• **Records provided**
// One rule for a student's state of an exercise (home, list of exercises, exercise page).
// Dates are counted in whole calendar days of the studio's calendar.
import { describe, expect, it } from "vitest";
import { byState, dueWords, exerciseState } from "../../../app/utils/exerciseState";

const analysed = { status: "analysed" };
const failed = { status: "failed" };

describe("exerciseState", () => {
  it("is done once every key has an analysed take, whatever the due date", () => {
    const s = exerciseState(
      { dueDate: "2026-11-01" },
      [
        { key: "D", takes: [failed, analysed] },
        { key: "Ab", takes: [analysed] },
      ],
      "2026-12-02",
    );
    expect(s).toMatchObject({ kind: "done", label: "Done", keysDone: 2, keysTotal: 2 });
  });

  it("a failed take alone does not count: the key is still to send", () => {
    const s = exerciseState({ dueDate: "2026-12-05" }, [{ key: "D", takes: [failed] }], "2026-12-02");
    expect(s).toMatchObject({ kind: "due", label: "Due in 3 days", keysDone: 0, detail: "A take in D still to send." });
  });

  it("is overdue after its due day and due on the day itself", () => {
    expect(exerciseState({ dueDate: "2026-12-01" }, [{ key: "D", takes: [] }], "2026-12-02")).toMatchObject({
      kind: "overdue",
      label: "1 day overdue",
    });
    expect(exerciseState({ dueDate: "2026-12-02" }, [{ key: "D", takes: [] }], "2026-12-02")).toMatchObject({
      kind: "due",
      label: "Due today",
    });
  });

  it("without a due date it is simply to do, naming the keys left", () => {
    const s = exerciseState(
      { dueDate: null },
      [
        { key: "Eb", takes: [analysed] },
        { key: "Ab", takes: [] },
        { key: "Db", takes: [] },
      ],
      "2026-12-02",
      (k) => k.replace("b", "♭"),
    );
    expect(s).toMatchObject({
      kind: "open",
      label: "To do",
      keysDone: 1,
      keysTotal: 3,
      detail: "Takes in A♭, D♭ still to send.",
    });
  });

  it("orders overdue, then due by date, then undated, then done", () => {
    const at = (id: string, dueDate: string | null, takes: Array<{ status: string }>) => ({
      id,
      dueDate,
      state: exerciseState({ dueDate }, [{ key: "C", takes }], "2026-12-02"),
    });
    const list = [
      at("done", "2026-11-20", [analysed]),
      at("open", null, []),
      at("later", "2026-12-20", []),
      at("soon", "2026-12-03", []),
      at("late", "2026-11-30", []),
    ];
    expect(byState(list).map((e) => e.id)).toEqual(["late", "soon", "later", "open", "done"]);
  });

  it("counts days across month and year ends", () => {
    expect(dueWords("2027-01-02", "2026-12-31")).toBe("due in 2 days");
    expect(dueWords("2026-11-20", "2026-12-01")).toBe("11 days overdue");
  });
});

• **Instructions for the task**
Wherever a line in the listing contains the word "detail", copy that line out.

• **Answer**
    expect(s).toMatchObject({ kind: "due", label: "Due in 3 days", keysDone: 0, detail: "A take in D still to send." });
      detail: "Takes in A♭, D♭ still to send.",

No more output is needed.